- [PROBLEM DESCRIPTION]: The listing below holds a line with "out = [dataclasses.replace(c, ordering=o)" and a later line with "def _reusable(given: Mapping[str, object]". Write out those two lines and every line between them, exactly, and nothing else.

- [DATA]:
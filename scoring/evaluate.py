"""Run every registered scorer over a set of candidate summaries of one source, and rank them.

One ``Evaluator`` per process holds the scorers, so a source's key words, its coverage
baseline and its reference perplexity are computed once and reused by every candidate (the
``score`` and ``compare`` commands, the summarizer's candidate search and batch all come here).
The scorers are the registry's (``scoring.registry``): one that reads the source or the pool
always runs, one that reads references runs when references are given.
"""

from __future__ import annotations

import dataclasses
import functools
from collections.abc import Callable, Mapping, Sequence

from scoring import registry
from scoring.combine import Candidate, CombineConfig, OrderConfig, rank
from scoring.text import count_words


class EvalConfig:
    """Every scorer's config (a registered name's default unless given), the combined score's
    and the ordering score's.

        EvalConfig(coverage=CoverageConfig(keywords=30))
        EvalConfig().coverage.keywords   # 40, the default

    Immutable, comparable and hashable like the frozen configs it holds."""

    __slots__ = ("combine", "order", "_configs")

    def __init__(self, combine: CombineConfig | None = None, order: OrderConfig | None = None, **configs):
        for name, config in configs.items():
            expected = registry.scorer_class(name).Config  # an unknown name fails here
            if not isinstance(config, expected):
                raise ValueError(f"{name} needs a {expected.__name__}, got {type(config).__name__}")
        object.__setattr__(self, "combine", combine or CombineConfig())
        object.__setattr__(self, "order", order or OrderConfig())
        object.__setattr__(self, "_configs", tuple(sorted(configs.items())))

    def of(self, name: str):
        """The config of scorer ``name``."""
        return dict(self._configs).get(name) or registry.scorer_class(name).Config()

    def __getattr__(self, name: str):
        if name in registry.SCORERS:
            return self.of(name)
        raise AttributeError(name)

    def __setattr__(self, name, value):
        raise AttributeError("EvalConfig is immutable; build a new one")

    def __eq__(self, other):
        return isinstance(other, EvalConfig) and (self.combine, self.order, self._configs) == (
            other.combine, other.order, other._configs)

    def __hash__(self):
        return hash((self.combine, self.order, self._configs))

    def __repr__(self):
        inner = ", ".join(f"{n}={c!r}" for n, c in self._configs)
        return f"EvalConfig({inner + ', ' if inner else ''}combine={self.combine!r}, order={self.order!r})"


class Evaluator:
    """Scores and ranks candidates with every registered scorer (``evaluator.coverage`` etc. are
    the scorer objects)."""

    def __init__(self, config: EvalConfig | None = None):
        self.config = config or EvalConfig()
        self.scorers = {name: registry.build(name, self.config.of(name)) for name in registry.names()}

    def __getattr__(self, name: str):
        scorers = self.__dict__.get("scorers", {})
        if name in scorers:
            return scorers[name]
        raise AttributeError(name)

    def evaluate(
        self,
        candidates: Sequence[tuple[str, str]],
        *,
        source: str,
        references: Sequence[str] | None = None,
        budget: int | None = None,
        progress: Callable[[str], None] | None = None,
        scored: Sequence[Mapping[str, object] | None] | None = None,
    ) -> list[Candidate]:
        """Score (name, text) pairs against the source; return them ranked.

        ``scored`` (parallel to ``candidates``) gives, per candidate, results this evaluator
        already computed for it on this source, by scorer name: a result whose signature is the
        scorer's is reused, not computed again (a pool scorer always runs: the pool is new).
        When ``progress`` also has a ``step(stage, done, total)`` method, the scorers that read
        the source take one candidate at a time and report each step."""
        if not source or not source.strip():
            raise ValueError("the source is empty: there is nothing to summarise or cover")
        say = progress or (lambda _m: None)
        step = getattr(progress, "step", None)
        texts = [text for _, text in candidates]
        given = list(scored) if scored is not None else [None] * len(texts)
        if len(given) != len(texts):
            raise ValueError(f"scored lists {len(given)} candidates, not {len(texts)}")
        refs = [r for r in (references or []) if r and r.strip()]
        results: dict[str, list] = {}
        for name, scorer in self.scorers.items():
            if scorer.needs == "references" and not refs:
                continue
            if scorer.needs == "pool":
                results[name] = scorer.score_many(texts, source=source, references=refs or None)
                continue
            found = [_reusable(g, name, scorer) for g in given]
            todo = [i for i, r in enumerate(found) if r is None]
            reused = f" ({len(texts) - len(todo)} already scored)" if len(todo) < len(texts) else ""
            say(f"{name} of {len(todo)} candidate(s){reused}")
            size = 1 if step else max(1, len(todo))
            for k in range(0, len(todo), size):
                if step:
                    step(name, k, len(todo))
                chunk = todo[k : k + size]
                for i, r in zip(chunk, scorer.score_many([texts[i] for i in chunk], source=source,
                                                          references=refs or None)):
                    found[i] = r
            if step and todo:
                step(name, len(todo), len(todo))
            results[name] = found
        out = []
        for i, (name, text) in enumerate(candidates):
            scores = {key: found[i] for key, found in results.items()}
            out.append(Candidate(name=name, text=text, words=count_words(text), budget=budget, scores=scores,
                                 combined=self.combined(scores), combine=self.config.combine,
                                 order=self.config.order))
        ordering = self.ordering(out)
        if ordering is not None:
            out = [dataclasses.replace(c, ordering=o) for c, o in zip(out, ordering)]
        return rank(out)

    def combined(self, scores: Mapping[str, object]) -> float:
        """The combined score of one candidate's results."""
        return self.config.combine.value({name: r.unit if r is not None else None for name, r in scores.items()
                                          if name in dict(self.config.combine.weights)})


    def ordering(self, candidates: Sequence[Candidate]) -> list[float] | None:
        """The pool-relative ordering score of each candidate (``OrderConfig``), or None when
        the pool is too small for its pool scores."""
        pool = {name: [c.scores[name].unit if c.scores.get(name) is not None else None for c in candidates]
                for name, _ in self.config.order.pool_weights}
        return self.config.order.values(pool, [c.combined for c in candidates])


def _reusable(given: Mapping[str, object] | None, name: str, scorer):
    """A result given for scorer ``name`` that the scorer would compute again as it is (the same
    signature: settings, model and versions), or None."""
    found = (given or {}).get(name)
    if found is None or getattr(found, "signature", None) != scorer.signature():
        return None
    return found


@functools.cache
def default_evaluator(config: EvalConfig | None = None) -> Evaluator:
    """The process-wide evaluator for a configuration, default settings unless one is given (its
    caches are shared by every caller with the same configuration)."""
    return Evaluator(config)


def evaluator_for(options: Mapping[str, Mapping[str, object]] | None = None) -> Evaluator:
    """The shared evaluator for settings given by scorer and field, e.g. ``{"coverage":
    {"keywords": 30}}`` (what the command line's options set; a field given as None keeps its
    default). The command line and batch both build their evaluator here."""
    configs = {}
    for name, changes in (options or {}).items():
        given = {field: value for field, value in changes.items() if value is not None}
        if given:
            configs[name] = dataclasses.replace(registry.scorer_class(name).Config(), **given)
    config = EvalConfig(**configs)
    return default_evaluator(None if config == EvalConfig() else config)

- [RESPONSE TO THE TASK]:
            out = [dataclasses.replace(c, ordering=o) for c, o in zip(out, ordering)]
        return rank(out)

    def combined(self, scores: Mapping[str, object]) -> float:
        """The combined score of one candidate's results."""
        return self.config.combine.value({name: r.unit if r is not None else None for name, r in scores.items()
                                          if name in dict(self.config.combine.weights)})


    def ordering(self, candidates: Sequence[Candidate]) -> list[float] | None:
        """The pool-relative ordering score of each candidate (``OrderConfig``), or None when
        the pool is too small for its pool scores."""
        pool = {name: [c.scores[name].unit if c.scores.get(name) is not None else None for c in candidates]
                for name, _ in self.config.order.pool_weights}
        return self.config.order.values(pool, [c.combined for c in candidates])


def _reusable(given: Mapping[str, object] | None, name: str, scorer):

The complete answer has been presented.